YOUR INSTRUCTIONS
Restate word for word the lines in the listing below, starting at the line containing "Reference values for" and ending at the line containing "a double ulp).", both included; leave out the rest.

PROVIDED DATA
============

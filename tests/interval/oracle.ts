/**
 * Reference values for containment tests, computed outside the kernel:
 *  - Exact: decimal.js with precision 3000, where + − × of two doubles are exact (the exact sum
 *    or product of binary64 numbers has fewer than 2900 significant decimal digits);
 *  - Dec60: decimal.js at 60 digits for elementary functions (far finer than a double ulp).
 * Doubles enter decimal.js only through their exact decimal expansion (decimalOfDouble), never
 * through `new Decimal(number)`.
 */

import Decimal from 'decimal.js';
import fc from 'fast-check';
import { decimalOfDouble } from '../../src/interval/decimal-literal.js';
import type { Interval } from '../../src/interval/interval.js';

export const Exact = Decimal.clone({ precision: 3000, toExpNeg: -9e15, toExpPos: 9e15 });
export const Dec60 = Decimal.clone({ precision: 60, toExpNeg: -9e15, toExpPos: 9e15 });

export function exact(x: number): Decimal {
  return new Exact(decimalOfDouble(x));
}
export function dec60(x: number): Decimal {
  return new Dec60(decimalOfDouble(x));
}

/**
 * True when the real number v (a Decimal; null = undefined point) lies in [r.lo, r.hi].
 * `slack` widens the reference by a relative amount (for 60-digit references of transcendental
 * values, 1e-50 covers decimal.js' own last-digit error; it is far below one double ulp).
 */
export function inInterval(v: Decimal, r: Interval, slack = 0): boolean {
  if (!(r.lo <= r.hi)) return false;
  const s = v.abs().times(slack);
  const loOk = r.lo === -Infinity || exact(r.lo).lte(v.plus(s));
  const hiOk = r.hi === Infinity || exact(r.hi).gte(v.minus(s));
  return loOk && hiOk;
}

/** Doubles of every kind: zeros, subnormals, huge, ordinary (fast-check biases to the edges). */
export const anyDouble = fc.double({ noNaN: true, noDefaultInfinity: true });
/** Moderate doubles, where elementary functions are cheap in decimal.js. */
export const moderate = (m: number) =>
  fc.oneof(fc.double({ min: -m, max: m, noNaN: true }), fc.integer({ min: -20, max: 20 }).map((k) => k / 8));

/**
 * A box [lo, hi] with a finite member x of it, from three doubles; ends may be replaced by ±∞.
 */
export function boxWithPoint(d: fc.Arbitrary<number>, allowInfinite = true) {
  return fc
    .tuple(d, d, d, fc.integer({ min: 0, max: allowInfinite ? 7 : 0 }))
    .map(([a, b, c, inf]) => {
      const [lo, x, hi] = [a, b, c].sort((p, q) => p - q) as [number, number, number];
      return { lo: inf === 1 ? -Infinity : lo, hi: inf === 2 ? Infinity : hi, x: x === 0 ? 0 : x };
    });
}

============

SOLUTION TO THIS TASK
 * Reference values for containment tests, computed outside the kernel:
 *  - Exact: decimal.js with precision 3000, where + − × of two doubles are exact (the exact sum
 *    or product of binary64 numbers has fewer than 2900 significant decimal digits);
 *  - Dec60: decimal.js at 60 digits for elementary functions (far finer than a double ulp).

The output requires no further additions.